One of the more ambiguous things in Hadoop is block replication: it happens automatically and you should not have to worry about it. HBase relies on it 100% to provide the data safety as it stores its files into the distributed file system. While that works completely transparent, one of the more advanced questions asked though is how does this affect performance? This usually arises when the user starts writing MapReduce jobs against either HBase or Hadoop directly. Especially with larger data being stored in HBase, how does the system take care of placing the data close to where it is needed? This is referred to data locality and in case of HBase using the Hadoop file system (HDFS) there may be doubts how that is working.

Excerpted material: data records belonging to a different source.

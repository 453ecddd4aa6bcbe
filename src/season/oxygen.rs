//! Oxygen of the layers: what water and bed take, and what passes through the surface.
//!
//! Methods: `docs/methods.md`, section 8.

use crate::site::Site;
use crate::units::DAY_S;
use crate::water;

use super::layers::Layers;
use super::mixing;

/// How demand rises with each degree (recalled: 1.065 for beds; taken for the water too, choice).
const PER_C: f64 = 1.065;

/// Demand for oxygen at a temperature.
///
/// # Units
/// Demand at 20 C, any unit, C; that unit.
///
/// # References
/// d 1.065^(T - 20) (recalled).
pub fn demand_at(at_20_c: f64, temperature_c: f64) -> f64 {
    at_20_c * PER_C.powf(temperature_c - 20.0)
}

/// Oxygen after a demand over a time: it stops at zero.
///
/// # Units
/// mg/L, mg/L per day, days; mg/L.
pub fn left_mg_l(oxygen_mg_l: f64, demand_mg_l_day: f64, days: f64) -> f64 {
    (oxygen_mg_l - demand_mg_l_day * days).max(0.0)
}

/// Demand and surface transfer over a time (s).
pub(super) fn breathe(layers: &mut Layers, site: &Site, edges_m: &[f64], seconds: f64) {
    if !layers.has_oxygen {
        return;
    }
    let days = seconds / DAY_S;
    let knobs = &site.season.knobs;
    // the bed of the lowest layer is all that lies below its upper edge
    let mut below_m2 = 0.0;
    for (layer, ends) in layers.layers.iter_mut().zip(edges_m.windows(2)) {
        let area_m2 = site.pool.area_m2(ends[1]);
        let bed = knobs.bed_demand_g_m2_day * (area_m2 - below_m2) / layer.volume_m3;
        below_m2 = area_m2;
        let demand = demand_at(knobs.water_demand_mg_l_day + bed, layer.temperature_c);
        layer.oxygen_mg_l = left_mg_l(layer.oxygen_mg_l, demand, days);
    }
    let (Some(top), Some(&surface_m)) = (layers.layers.last(), edges_m.last()) else {
        return;
    };
    let pressure = site.surface_pressure_atm(surface_m);
    let saturation = water::saturation_mg_l(top.temperature_c, top.salt_g_per_kg, pressure);
    let mixed = mixing::mixed(&mut layers.layers, site.water.solids_kg_m3);
    let depth_m = mixed.iter().map(|l| l.volume_m3).sum::<f64>() / site.pool.area_m2(surface_m);
    // from either side, and never across
    let gone = site.season.transfer_m_day * days / depth_m;
    for layer in mixed {
        layer.oxygen_mg_l += (saturation - layer.oxygen_mg_l) * gone * mixing::answered(gone);
    }
}
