//! Stages of eggs and young by the degree-days of a season.
//!
//! Methods: `docs/methods.md`, section 8.

use chrono::{Datelike, NaiveDate};

use crate::site::{Site, Stages};
use crate::target::{DAM, YearDay};

use super::outcome::{Exhausted, StageDate};
use super::run::SeasonDay;

/// When every stage of the site is reached.
pub(super) fn stages(site: &Site, days: &[SeasonDay]) -> Vec<StageDate> {
    let of = |(stages, told): (usize, &Stages)| {
        let sums = sums(site, told, days);
        let one = |(stage, at): (usize, &(String, f64))| StageDate {
            stages,
            stage,
            on: match &sums {
                Err(why) => Exhausted::Unknown(why.clone()),
                Ok(sums) => reached(sums, at.1),
            },
        };
        told.at.iter().enumerate().map(one).collect::<Vec<StageDate>>()
    };
    site.season.stages.iter().enumerate().flat_map(of).collect()
}

fn reached(sums: &[(NaiveDate, f64)], at_c_days: f64) -> Exhausted {
    let on = sums.iter().find(|(_, sum)| *sum >= at_c_days).map(|(date, _)| Exhausted::On(*date));
    let end = || sums.last().map(|(date, _)| Exhausted::NotBy(*date));
    on.or_else(end).unwrap_or_else(|| Exhausted::Unknown("the season has no day".to_owned()))
}

/// Degree-days above the base since counting began, C days, by day: the first time in the season that its day of the
/// year comes. What the days before the season brought is not known.
fn sums(site: &Site, stages: &Stages, days: &[SeasonDay]) -> Result<Vec<(NaiveDate, f64)>, String> {
    let point = site.river.as_ref().and_then(|r| r.points.iter().position(|p| p.name == stages.point));
    let temperature = |day: &SeasonDay| {
        if stages.point == DAM {
            return Some(day.release?.temperature_c);
        }
        Some(day.points.as_ref()?.get(point?)?.mean_c)
    };
    let begins = |day: &SeasonDay| YearDay { month: day.date.month(), day: day.date.day() } == stages.since;
    let Some(first) = days.iter().position(begins) else {
        let YearDay { month, day } = stages.since;
        return Err(format!("counting begins on {month:02}-{day:02}, which is no day of the season"));
    };
    let mut sum = 0.0;
    days.iter()
        .skip(first)
        .map(|day| {
            let warm_c = temperature(day).ok_or_else(|| match day.release {
                Some(_) => "what arrives there is not known".to_owned(),
                None => format!("nothing is released on {}", day.date),
            })?;
            sum += (warm_c - stages.base_c).max(0.0);
            Ok((day.date, sum))
        })
        .collect()
}
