//! The search for aims: constant ones, then early or late ones, then piece by piece.
//!
//! Methods: `docs/methods.md`, section 8.

use std::cmp::Ordering;

use rayon::prelude::*;

/// Aims that hold through the whole season (choice); the first is day by day.
const CONSTANT: [f64; 5] = [0.0, 0.25, 0.5, 0.75, 1.0];
/// Aims before and after a turn in the season, tried with the turn at each quarter (choice).
const TURNS: [(f64, f64); 3] = [(1.0, 0.0), (0.5, 0.0), (0.0, 1.0)];
/// Rounds over equal pieces of the season: how many, and by how much the aim of one is raised or lowered (choice).
const PIECES: [(usize, f64); 2] = [(4, 0.5), (8, 0.25)];

/// Most seasons that a search runs (derived from the rounds): 5 + 9 + 8 + 16.
pub(super) const MOST: usize = 38;

/// What was found: aims, and what came of them.
pub(super) type Found<S> = (Vec<f64>, S);

/// Seeks the aims, `count` of them, of which the least comes in `order`. `season` tells what comes of some aims; `None`
/// from it stops the search.
///
/// It begins with no aim at all, and takes others only where they are less: what it finds is never more. Seasons of one
/// round go side by side, and of equals the first is kept, so that cores change nothing.
pub(super) fn search<S: Send>(
    count: usize,
    season: &(dyn Fn(&[f64]) -> Option<S> + Sync),
    order: &dyn Fn(&S, &S) -> Ordering,
) -> Option<Found<S>> {
    let mut seen: Vec<Vec<f64>> = Vec::new();
    let mut best: Option<Found<S>> = None;
    let mut round = |tries: Vec<Vec<f64>>, best: &mut Option<Found<S>>| -> Option<()> {
        let mut fresh: Vec<Vec<f64>> = Vec::new();
        for aims in tries {
            if !seen.contains(&aims) && !fresh.contains(&aims) {
                fresh.push(aims);
            }
        }
        let came: Vec<Option<S>> = fresh.par_iter().map(|aims| season(aims)).collect();
        seen.extend(fresh.iter().cloned());
        for (aims, came) in fresh.into_iter().zip(came) {
            let came = came?;
            if best.as_ref().is_none_or(|(_, least)| order(&came, least).is_lt()) {
                *best = Some((aims, came));
            }
        }
        Some(())
    };
    round(CONSTANT.iter().map(|&aim| vec![aim; count]).collect(), &mut best)?;
    round(turns(count), &mut best)?;
    for (pieces, by) in PIECES {
        let around = best.as_ref().map_or_else(Vec::new, |(aims, _)| varied(aims, pieces, by));
        round(around, &mut best)?;
    }
    best
}

fn turns(count: usize) -> Vec<Vec<f64>> {
    let of = |(early, late): (f64, f64), quarter: usize| {
        (0..count).map(|i| if 4 * i < quarter * count { early } else { late }).collect()
    };
    TURNS.into_iter().flat_map(|turn| (1..4).map(move |quarter| of(turn, quarter))).collect()
}

/// The same aims with one of so many equal pieces raised or lowered.
fn varied(aims: &[f64], pieces: usize, by: f64) -> Vec<Vec<f64>> {
    let piece = |at: usize, up: f64| {
        let inside = |i: usize| i * pieces / aims.len().max(1) == at;
        let moved = |(i, aim): (usize, &f64)| if inside(i) { (aim + up).clamp(0.0, 1.0) } else { *aim };
        aims.iter().enumerate().map(moved).collect()
    };
    (0..pieces).flat_map(|at| [by, -by].map(|up| piece(at, up))).collect()
}

#[cfg(test)]
mod tests {
    use std::cell::Cell;
    use std::sync::atomic::{AtomicUsize, Ordering::Relaxed};

    use super::*;

    /// A store is filled once and drawn down by whatever is cooler than it need be; what is warmer than the top counts.
    fn game(wants: &[f64], store: f64) -> impl Fn(&[f64]) -> Option<f64> + Sync {
        let wants = wants.to_vec();
        move |aims: &[f64]| {
            let mut left = store;
            let mut worst = 0.0_f64;
            for (aim, want) in aims.iter().zip(&wants) {
                let asked = want * (1.0 - aim);
                let given = asked.min(left);
                left -= given;
                worst = worst.max(0.3 * want - given);
            }
            Some(worst)
        }
    }

    #[test]
    fn law_the_search_is_never_worse_than_no_aim_and_runs_no_more_than_it_says() {
        let mut better = 0;
        for seed in 0..100_u32 {
            let count = 1 + (seed as usize % 31);
            let want = |i: u32| 1.0 + f64::from((seed * 7919 + 104_729 * i) % 97) / 50.0;
            let wants: Vec<f64> = (0..).take(count).map(want).collect();
            let store = 0.6 * wants.iter().sum::<f64>();
            let play = game(&wants, store);
            let runs = AtomicUsize::new(0);
            let season = |aims: &[f64]| {
                runs.fetch_add(1, Relaxed);
                play(aims)
            };
            let (aims, worst) = search(count, &season, &f64::total_cmp).unwrap();
            let none = play(&vec![0.0; count]).unwrap();
            assert!(worst <= none, "{seed}: {worst} is worse than {none}");
            assert!(runs.into_inner() <= MOST);
            assert!(aims.len() == count && aims.iter().all(|aim| (0.0..=1.0).contains(aim)));
            better += usize::from(worst < none);
        }
        assert!(better > 50, "{better} of 100 better");
    }

    #[test]
    fn law_a_stopped_search_finds_nothing() {
        let left = AtomicUsize::new(7);
        let season =
            |_: &[f64]| left.fetch_update(Relaxed, Relaxed, |n| n.checked_sub(1)).ok().map(|n| n as f64);
        let looks = Cell::new(0);
        let order = |a: &f64, b: &f64| {
            looks.set(looks.get() + 1);
            a.total_cmp(b)
        };
        assert!(search(8, &season, &order).is_none());
    }
}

First let's see how Hadoop handles this. The MapReduce documentation advertises the fact that tasks run close to the data they process. This is achieved by breaking up large files in HDFS into smaller chunks, or so called blocks. That is also the reason why the block size in Hadoop is much larger than you may know them from operating systems and their file systems. Default setting is 64MB, but usually 128MB is chosen, if not even larger when you are sure all your files are larger than a single block in size. Each block maps to a task run to process the contained data. That also means larger block sizes equal fewer map tasks to run as the number of mappers is driven by the number of blocks that need processing. Hadoop knows where blocks are located and runs the map tasks directly on the node that hosts it (actually one of them as replication means it has a few hosts to chose from). This is how it guarantees data locality during MapReduce.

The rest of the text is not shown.